What is Zero-Order Correlation?Zero-order correlation indicates nothing has been controlled for or “partialed out” in an experiment. They are any correlation between two variables (X, Y) where no factor is controlled or held constant.
- If a third factor Z is controlled for, the correlation is first-order;
- If factors Z,A are controlled for, that’s a second-order correlation.
In elementary statistics, you usually deal with zero-order correlations exclusively (although they aren’t actually labeled as such). For example, Pearson correlation (“r”) is a zero-order correlation coefficient, because it has no controlled variables. Pearson’s isn’t the only zero-order correlation though: any correlation coefficient can be zero-order as long as no variables are controlled for or held constant.
Zero-order correlations are also called gross, raw, or unpartialed correlations.

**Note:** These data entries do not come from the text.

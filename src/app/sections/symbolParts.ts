import { labelOf, type Run } from "../../core/catalogue.ts";

/** A stretch of a text as the page sets it: plain, a symbol, or raised. */
export type TextPart =
  | { readonly kind: "text"; readonly text: string }
  | { readonly kind: "symbol"; readonly runs: readonly Run[] }
  | { readonly kind: "raised"; readonly text: string };

/** Quantities that texts of the core name by their keys, the longer names first. */
const keys =
  "C_epsilon|Re_lambda|S_dudx|T_int|Re_L|epsilon_decay|epsilon_gradient|epsilon|lambda|L11|eta|x0|k1";
/** Letters that stand for a quantity when they stand alone. The units m and s and the article a are none. */
const single = "[uvwxyzkqnprtfUTNEKLFS]|Tu|uu|vv|ww|uv|uw|vw|[AB](?= \\(\\()|[α-ορ-ωΛ]";
/** A letter before it, a folder or the rest of a file's name makes it another word; a factor does not. */
const before = "(?<![\\p{L}_'’]|[\\p{L}_][0-9]+|[\\p{L}0-9_][.-]|[\\p{L}0-9.]{4}/)";
const after = "(?![\\p{L}0-9_]|[.-][\\p{L}0-9_])";
const primed = `(?:′|'(?!\\p{L})|${after})`;

const symbols = new RegExp(
  [
    `${before}(?<key>${keys})${after}`,
    `${before}(?<base>[A-Za-z]{1,2}|[α-ωΛ])_(?<index>[A-Za-zα-ω0-9]{1,3})${after}`,
    "(?<![\\p{L}_])(?<lowered>d?[A-Za-zα-ωΛ])(?<digits>[₀-₉]+)",
    `(?:${before}|(?<=[′₀-₉]))d?(?:${single})${primed}`,
    "\\^\\((?<power>[^)]+)\\)|\\^(?<exponent>[a-z0-9]+)",
  ].join("|"),
  "gu",
);
/** A minus of plain text: before a number, or between blanks; the hyphen of a word or of a file's name is none. */
const minusSigns = /(?<=^|[ (])-(?=\d| )/g;
/** Of an index: components, orders and the letters of other symbols are italic, words and numbers upright. */
const running = /^[a-z]$|^L+$|^[ijk]{2}$|^[uvw]{2}$|^[α-ω]$/;

/**
 * A plain text with the symbols in it told apart: keys such as lambda or x0, letters with an index as in D_LL or E₁₁,
 * and letters that stand alone. Words, numbers, units and names of files stay as they are.
 */
export function symbolParts(text: string): readonly TextPart[] {
  const before = known.get(text);
  if (before !== undefined) return before;
  const parts = partsOf(text);
  if (known.size >= mostKnown) known.clear();
  known.set(text, parts);
  return parts;
}

/** A page sets the same texts again and again while a bracket moves. */
const known = new Map<string, readonly TextPart[]>();
const mostKnown = 2000;

function partsOf(text: string): TextPart[] {
  const parts: TextPart[] = [];
  const plain = (piece: string) => parts.push({ kind: "text", text: piece.replace(minusSigns, "\u2212") });
  let from = 0;
  for (const match of text.matchAll(symbols)) {
    if (match.index > from) plain(text.slice(from, match.index));
    parts.push(partOf(match[0], match.groups ?? {}));
    from = match.index + match[0].length;
  }
  if (from < text.length || parts.length === 0) plain(text.slice(from));
  return parts;
}

function partOf(whole: string, groups: Readonly<Record<string, string | undefined>>): TextPart {
  const { key, base, index, lowered, digits, power, exponent } = groups;
  if (key !== undefined) return { kind: "symbol", runs: labelOf(key).symbol };
  if (power !== undefined || exponent !== undefined) return { kind: "raised", text: power ?? exponent ?? "" };
  if (base !== undefined && index !== undefined) return symbol({ text: base }, lowRun(index));
  if (lowered !== undefined && digits !== undefined)
    return symbol({ text: lowered }, lowRun(plainDigits(digits)));
  return symbol({ text: whole.replace("'", "′") });
}

const symbol = (...runs: readonly Run[]): TextPart => ({ kind: "symbol", runs });

function lowRun(text: string): Run {
  return running.test(text) ? { text, place: "sub" } : { text, place: "sub", upright: true };
}

const plainDigits = (digits: string) => [...digits].map((one) => "₀₁₂₃₄₅₆₇₈₉".indexOf(one)).join("");
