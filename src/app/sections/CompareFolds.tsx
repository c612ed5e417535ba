import type { Comparison } from "../../core/comparison.ts";
import type { Sentence } from "../../export/sentences/piece.ts";
import { formatNumber } from "../../figures/formatNumber.ts";
import type { CaseView } from "../session/caseView.ts";
import { CompareTable } from "./CompareTable.tsx";
import { comparedPlaceText } from "./comparedPlaceText.ts";
import { Fold } from "./Fold.tsx";
import { ExponentTests, OriginTable } from "./OriginTable.tsx";
import { SentenceText } from "./SentenceText.tsx";
import { SpectrumPairTable } from "./SpectrumPairTable.tsx";
import { StretchTable } from "./StretchTable.tsx";

/** The numbers behind the comparison, each kind in a fold of its own. */
export function CompareFolds({
  cases,
  comparisons,
  sentences,
}: {
  cases: readonly CaseView[];
  comparisons: readonly Comparison[];
  sentences: readonly (readonly Sentence[])[];
}) {
  const several = comparisons.length > 1;
  const [first] = comparisons;
  const titled = (comparison: Comparison) => several && <p className="pair-name">{pairName(comparison)}</p>;
  return (
    <>
      <Fold name="Ratios" fact={several ? `${comparisons.length} pairs` : pairName(first)}>
        {several &&
          comparisons.map((comparison, i) => (
            <p className="pair-words" key={pairName(comparison)}>
              {(sentences[i] ?? []).slice(1).map((sentence, at) => (
                // biome-ignore lint/suspicious/noArrayIndexKey: sentences have no identity but their place
                <span key={at}>
                  <SentenceText sentence={sentence} />{" "}
                </span>
              ))}
            </p>
          ))}
        <CompareTable cases={cases} comparisons={comparisons} />
      </Fold>
      <Fold name="Origins and exponents" fact={exponentFact(first)}>
        <OriginTable cases={cases} comparisons={comparisons} />
        <ExponentTests cases={cases} comparisons={comparisons} />
      </Fold>
      <Fold name="From where on they are equivalent" fact={several ? undefined : beyondFact(first, cases)}>
        <p>
          Stretches of three stations of either case, each tested at 5{"\u202f"}% from the last one upstream
          until one fails: an order fixed beforehand needs no correction for their number, and the quantities
          have to agree all at once.
        </p>
        {comparisons.map((comparison) => (
          <div key={pairName(comparison)}>
            {titled(comparison)}
            <StretchTable cases={cases} comparison={comparison} />
          </div>
        ))}
      </Fold>
      <Fold name="Spectra at equal distance" fact={spectraFact(comparisons)}>
        {comparisons.map((comparison) => (
          <div key={pairName(comparison)}>
            {titled(comparison)}
            <SpectrumPairTable cases={cases} comparison={comparison} />
          </div>
        ))}
      </Fold>
    </>
  );
}

const pairName = ({ cases: [first, second] }: Comparison) => `${second} to ${first}`;

function exponentFact({ aligned_with, align }: Comparison): string {
  if (align === "x") return "not used at equal position";
  return aligned_with === "common n" ? "one exponent used" : "each its own used";
}

function beyondFact(comparison: Comparison, cases: readonly CaseView[]): string {
  const { from } = comparison.equivalent_beyond;
  return from === null ? "not shown" : `from ${comparedPlaceText(from, comparison, cases)}`;
}

function spectraFact(comparisons: readonly Comparison[]): string {
  const pairs = comparisons.flatMap(({ spectra }) => spectra.pairs);
  const far = pairs.filter(({ p }) => p < 0.05).length;
  return pairs.length === 0
    ? "not compared"
    : `${formatNumber(far, 0)} of ${formatNumber(pairs.length, 0)} farther apart than by chance`;
}
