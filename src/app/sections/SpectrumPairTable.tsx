import { labelOf } from "../../core/catalogue.ts";
import type { Comparison } from "../../core/comparison.ts";
import { unitOf } from "../../core/unitText.ts";
import { formatDigits, formatPosition, formatProbability, withUnit } from "../../figures/formatNumber.ts";
import type { CaseView } from "../session/caseView.ts";
import { CaseMark } from "./CaseMark.tsx";
import { ComparedNumber } from "./ComparedNumber.tsx";
import { comparedPlaceText } from "./comparedPlaceText.ts";
import { Definition } from "./Definition.tsx";
import { NumberButton } from "./NumberButton.tsx";
import { RichText } from "./RichText.tsx";
import { SymbolText } from "./SymbolText.tsx";
import { TableScroll } from "./TableScroll.tsx";

/** Every two stations whose spectra are held against each other: how far apart, and how far by chance. */
export function SpectrumPairTable({
  cases,
  comparison,
}: {
  cases: readonly CaseView[];
  comparison: Comparison;
}) {
  const { spectra } = comparison;
  if (spectra.why !== null)
    return (
      <p>
        <RichText text={`${spectra.why}.`} />
      </p>
    );
  const views = comparison.cases.map((name) => cases.find((view) => view.name === name));
  const byOrigin = { align: "x0", cases: comparison.cases } as const;
  const number = (of: string, value: number, text: string) => (
    <ComparedNumber of={of} value={value} text={text} cases={cases} comparison={comparison} />
  );
  return (
    <TableScroll label={`Spectra of ${comparison.cases.join(" and ")}`}>
      <table className="data dense">
        <thead>
          <tr>
            {views.map((view, side) => (
              <th scope="colgroup" colSpan={2} key={comparison.cases[side]}>
                {view && <CaseMark mark={view.mark} />} {comparison.cases[side]}
              </th>
            ))}
            <th scope="col">
              <Definition of="k1_eta">
                <SymbolText runs={labelOf("k1_eta").symbol} />
              </Definition>
            </th>
            <th scope="col">
              <Definition of="spectral_distance">
                <SymbolText runs={labelOf("spectral_distance").symbol} />
              </Definition>
            </th>
            <th scope="col">
              <Definition of="spectral_chance">by chance</Definition>
            </th>
            <th scope="col">95{"\u202f"}% below</th>
            <th scope="col">
              <i>p</i>
            </th>
          </tr>
        </thead>
        <tbody>
          {spectra.pairs.map(({ x, xi, range, distance, chance, chance_95, p }) => (
            <tr key={x.join(" ")}>
              {views.flatMap((view, side) => [
                <td key={`${comparison.cases[side]} x`}>{placeOf(view, x[side])}</td>,
                <td className="pm" key={`${comparison.cases[side]} xi`}>
                  {comparedPlaceText(xi[side], byOrigin, cases)}
                </td>,
              ])}
              <td>
                {formatDigits(range[0], 2)} to {formatDigits(range[1], 2)}
              </td>
              <td>
                <NumberButton of="spectral_distance" quantity={distance}>
                  {distance.value === null ? "–" : formatDigits(distance.value, 2)}
                </NumberButton>
              </td>
              <td>{number("spectral_chance", chance, formatDigits(chance, 2))}</td>
              <td>{number("spectral_chance", chance_95, formatDigits(chance_95, 2))}</td>
              <td>{number("p", p, formatProbability(p))}</td>
            </tr>
          ))}
        </tbody>
      </table>
    </TableScroll>
  );
}

function placeOf(view: CaseView | undefined, x: number): string {
  return withUnit(formatPosition(x), unitOf(view?.along === "t" ? "T" : "L", view?.units ?? "SI"));
}
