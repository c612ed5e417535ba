import { useCallback, useMemo } from "react";
import { unitOf } from "../../core/unitText.ts";
import {
  beyondTargetSentences,
  bodyCaution,
  bodySentences,
  noBodySentence,
} from "../../export/sentences/bodySentences.ts";
import { type Sentence, say } from "../../export/sentences/piece.ts";
import { arguedOf } from "../../figures/arguedOf.ts";
import { bodyFigure } from "../../figures/bodyFigure.ts";
import type { FigureOptions } from "../../figures/figureSpec.ts";
import { formatPosition, withUnit } from "../../figures/formatNumber.ts";
import type { WorkspaceChange } from "../../sheet/workspace.ts";
import { figureName } from "../page/figureNumbers.ts";
import { sectionOf } from "../page/sectionList.ts";
import type { CaseView } from "../session/caseView.ts";
import { BodyChoices } from "./BodyChoices.tsx";
import { BodyFields } from "./BodyFields.tsx";
import { BodyTable } from "./BodyTable.tsx";
import { placedBodies } from "./bodyRows.ts";
import { DevelopmentFold } from "./DevelopmentFold.tsx";
import { FigureBlock } from "./FigureBlock.tsx";
import { Finding } from "./Finding.tsx";
import { SaidSentences } from "./SaidSentences.tsx";
import { type Note, SectionFrame } from "./SectionFrame.tsx";
import { TargetTable } from "./TargetTable.tsx";

/** What a body meets: it follows a bracket, and its own marker on the ruler, once they rest. */
export function BodySection({
  cases,
  late,
  onChange,
}: {
  /** At rest; the same list while nothing in it changes. */
  cases: readonly CaseView[];
  /** The worker has been at it for more than a moment. */
  late: boolean;
  onChange: (change: WorkspaceChange) => void;
}) {
  const wanted = useMemo(() => cases.filter(({ of }) => of.sheet.body !== null), [cases]);
  const stale = late && wanted.some((view) => view.stale || arguedOf(view)?.stale);
  return (
    <SectionFrame section={sectionOf("body")} notes={notesOf(cases, wanted, onChange)}>
      <Finding sentences={findingOf(cases, wanted)} stale={stale} />
      <SaidSentences sentences={beyondTargetSentences(wanted)} />
      {wanted.length === 0 ? <NoBody cases={cases} onChange={onChange} /> : <Met cases={wanted} />}
      <DevelopmentFold cases={cases} onChange={onChange} />
    </SectionFrame>
  );
}

function findingOf(cases: readonly CaseView[], wanted: readonly CaseView[]): readonly Sentence[] {
  if (wanted.length === 0) return [noBodySentence(cases[0], lastPlace(cases))];
  const sentences = bodySentences(wanted);
  return sentences.length > 0 ? sentences : [say`What the body meets there is being worked out.`];
}

function notesOf(
  cases: readonly CaseView[],
  [first]: readonly CaseView[],
  onChange: (change: WorkspaceChange) => void,
): Note[] {
  const body = first?.of.sheet.body ?? null;
  if (body === null) return [];
  return [
    {
      name: "Body and targets",
      fact: placeText(body.x, first),
      body: <BodyChoices cases={cases} onChange={onChange} />,
    },
  ];
}

/** Where to say that a body stands; the last station is offered. */
function NoBody({
  cases,
  onChange,
}: {
  cases: readonly CaseView[];
  onChange: (change: WorkspaceChange) => void;
}) {
  const last = lastPlace(cases);
  return (
    <div className="no-body">
      <BodyFields cases={cases} onChange={onChange} />
      {last !== null && (
        <button
          type="button"
          className="action"
          onClick={() => onChange({ kind: "set-body", caseId: null, body: { x: last } })}
        >
          Place it at {placeText(last, cases[0])}
        </button>
      )}
    </div>
  );
}

/** Figure and tables of the cases in which a body stands. */
function Met({ cases }: { cases: readonly CaseView[] }) {
  const build = useCallback((options: FigureOptions) => bodyFigure(cases, options), [cases]);
  const placed = useMemo(() => placedBodies(cases), [cases]);
  if (placed.length === 0) return null;
  return (
    <>
      {/* one column of print holds the numbers of two cases; more stand under the figure */}
      <div className={placed.length <= 2 ? "pair" : undefined}>
        <FigureBlock
          name={figureName("body")}
          title="Intensity and integral scale of each case as a path, and where the body stands on it"
          widthMm={86}
          build={build}
          caption={caption}
        />
        <div className="beside">
          <BodyTable placed={placed} />
        </div>
      </div>
      <TargetTable placed={placed} />
      <p className="small-print">{bodyCaution}</p>
    </>
  );
}

const caption = (
  <>
    Each case as a path: downstream the intensity falls. Filled: inside the fit window. Ringed: at the body.
    Bars: 95 %. Cross and dashed lines: targets.
  </>
);

function lastPlace([first]: readonly CaseView[]): number | null {
  return first.stations.at(-1)?.x ?? null;
}

function placeText(x: number, { along, units }: CaseView): string {
  return withUnit(formatPosition(x), unitOf(along === "t" ? "T" : "L", units));
}
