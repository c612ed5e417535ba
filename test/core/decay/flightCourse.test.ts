import { describe, expect, it } from "vitest";
import {
  flightCourse,
  placeAlong,
  placeBack,
  quantityBack,
  rateAlong,
} from "../../../src/core/decay/flightCourse.ts";
import { lawDistance, lawPlace, lawRate } from "../../../src/core/decay/lawDistance.ts";
import { speedVariation } from "../../../src/core/decay/speedVariation.ts";
import { bare, estimate, missing } from "../../../src/core/quantity.ts";
import { expectClose } from "../../support/expectClose.ts";
import { known, stationAt } from "../../support/lawStations.ts";

const close = { relative: 1e-12, absolute: 1e-12, because: "closed form" };
const streamOf = (pairs: readonly (readonly [number, number])[]) =>
  pairs.map(([x, U]) => stationAt(x, { U: bare(U, "") }));

/** U = 2 at x = 1, 4 at 3, 4 at 6, 1 at 7: rising, level, falling; Us = 5. */
const course = flightCourse(
  streamOf([
    [1, 2],
    [3, 4],
    [6, 4],
    [7, 1],
  ]),
  5,
);
if (course === null) throw new Error("no course");
const U = (x: number) => (x < 1 ? 2 : x < 3 ? 2 + (x - 1) : x < 6 ? 4 : x < 7 ? 4 - 3 * (x - 6) : 1);

/** s = x1 + Us times the integral of dx/U, by Simpson's rule. */
function flownTo(x: number): number {
  const steps = 4000;
  const h = (x - 1) / steps;
  let sum = 0;
  for (let i = 0; i < steps; i++) {
    const at = 1 + i * h;
    sum += (h / 6) * (1 / U(at) + 4 / U(at + h / 2) + 1 / U(at + h));
  }
  return 1 + 5 * sum;
}

describe("the time of flight as a length", () => {
  it.each([-3, 0.5, 1, 1.7, 3, 4.4, 6, 6.9, 7, 12])(
    "is Us times the integral of dx/U from the first station, to x = %d",
    (x) => {
      expectClose(placeAlong(course, x), flownTo(x), {
        relative: 1e-6,
        absolute: 1e-6,
        because: "Simpson's rule over kinks",
      });
    },
  );
  it.each([-3, 0.5, 1, 1.7, 3, 4.4, 6, 6.9, 7, 12])("comes back to x = %d, and grows there by Us/U", (x) => {
    expectClose(placeBack(course, placeAlong(course, x)), x, close);
    expectClose(rateAlong(course, x), 5 / U(x), close);
  });
  it("is x itself in a stream of one speed counted in that speed, or without a course", () => {
    const steady = flightCourse(
      streamOf([
        [1, 3],
        [2, 3],
        [4, 3],
      ]),
      3,
    );
    for (const of of [steady, null])
      for (const x of [-1, 1.5, 4, 9]) {
        expectClose(placeAlong(of, x), x, close);
        expectClose(placeBack(of, x), x, close);
        expectClose(rateAlong(of, x), 1, close);
      }
  });
  it("passes over stations without a U above zero, and takes the first of two at one place", () => {
    const stations = [
      ...streamOf([
        [0, 0],
        [1, 2],
        [1, 9],
        [2, -1],
        [3, 4],
      ]),
      stationAt(2.5, {}),
    ];
    const found = flightCourse(stations, 5);
    expect([found?.x, found?.U]).toEqual([
      [1, 3],
      [2, 4],
    ]);
    expect(found?.s[0]).toBe(1);
    expectClose(found?.s[1], 1 + 5 * Math.LN2, close);
  });
  it("is not to be had where no station carries a U, or without a speed to count it in", () => {
    expect(flightCourse([stationAt(1, {})], 5)).toBeNull();
    expect(flightCourse([], 5)).toBeNull();
    expect(flightCourse(streamOf([[1, 2]]), 0)).toBeNull();
  });
  it("carries a place along it back to x with its interval, and its error over ds/dx", () => {
    const s = placeAlong(course, 2);
    const place = estimate(s, s - 1, Infinity, { standard: 0.3, freedom: 9, scale: "linear" });
    const back = quantityBack(course, place);
    expectClose(back.value, 2, close);
    if (back.value === null) throw new Error("missing");
    expectClose(back.low, placeBack(course, s - 1), close);
    expect(back.high).toBeNull();
    expectClose(back.error?.standard, (0.3 * 3) / 5, close);
    expect(back.why_high).toBe("no upper limit");
    expect(quantityBack(course, missing("none"))).toEqual(missing("none"));
    expect(quantityBack(null, place)).toBe(place);
    const held = quantityBack(course, bare(s, "held"));
    expect(held).toMatchObject({ low: null, high: null, why_low: "held" });
  });
});

describe("distances from the origin of a law", () => {
  it("count along its course, and lead back to the place", () => {
    const law = { x0: 0.2, flight: course };
    expectClose(lawDistance(law, 4), flownTo(4) - flownTo(0.2), {
      relative: 1e-6,
      because: "Simpson's rule",
    });
    expectClose(lawPlace(law, lawDistance(law, 4)), 4, close);
    expectClose(lawRate(law, 4), 5 / 4, close);
  });
  it("are x - x0 without one", () => {
    expect([lawDistance({ x0: 0.5 }, 2), lawPlace({ x0: 0.5 }, 1.5), lawRate({ x0: 0 }, 7)]).toEqual([
      1.5, 2, 1,
    ]);
    expect(lawDistance({ x0: 3, flight: null }, 2)).toBe(-1);
  });
});

describe("how much a stream varies", () => {
  it("is largest less smallest over the mean, and the gap between their intervals", () => {
    const stations = [known(4, 0.01), known(6, 0.01), known(5, 0.01)].map((speed, x) =>
      stationAt(x, { U: speed }),
    );
    const found = speedVariation(stations);
    expect([found?.mean, found?.range]).toEqual([5, 0.4]);
    const z = 1.959963984540054 * 0.01;
    expectClose(found?.beyondErrors, (6 * Math.exp(-z) - 4 * Math.exp(z)) / 5, {
      relative: 1e-9,
      because: "closed form",
    });
    expectClose(
      speedVariation(
        streamOf([
          [0, 4],
          [1, 6],
        ]),
      )?.beyondErrors,
      0.4,
      close,
    );
  });
  it("is not told of one station, or where one carries no U above zero", () => {
    expect(speedVariation(streamOf([[0, 4]]))).toBeNull();
    expect(
      speedVariation(
        streamOf([
          [0, 4],
          [1, 0],
        ]),
      ),
    ).toBeNull();
    expect(
      speedVariation([
        stationAt(0, {}),
        ...streamOf([
          [1, 4],
          [2, 5],
        ]),
      ]),
    ).toBeNull();
    expect(speedVariation([])).toBeNull();
  });
});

In general, zero-order correlations have a value between -1 and 1:
- 1: for every positive increase of 1 in one variable, there is a positive increase of 1 in the other.
- -1: for every positive increase of 1 in one variable, there is a negative decrease of 1 in the other.
- 0: there isn’t a positive or negative increase. The two variables aren’t related.
The absolute value of the zero-order correlation coefficient gives us the relationship strength. Stronger relationships have bigger numbers. For example, |-.84| = .84, which has a stronger relationship than .49.
A result such as r1,2 is a zero-order correlation. The subscripts 1 and 2 just indicate the two variables involved in the regression. If, on the other hand, you had r12,3, this is a partial regression; the subscript “3” indicates some aspect of the experiment (e.g. height, weight, temperature) has been controlled for. As partial or semi-partial regressions always control at least one aspect of an experiment, there is no such thing as a “zero-order” partial or semi-partial correlation
The term “zero correlation” means something different entirely; It indicates that two sets of variables are not correlated at all. In other words, Pearson’s r would return a value of zero.
Next: Partial Correlation
Brannick, M. Partial and Semipartial Correlation. Retrieved March 6, 2017 from: faculty.cas.usf.edu/mbrannick/regression/19%20Partial%20and%20Semi.ppt
Hardy, M. Bryman, A. (Eds.) (2009). Handbook of Data Analysis. Retrieved March 6, 2018 from: https://books.google.com/books?id=t0LBCESQ1PAC
Rajaretnam, T. (2009). Statistics for Social Sciences. SAGE Publishing India.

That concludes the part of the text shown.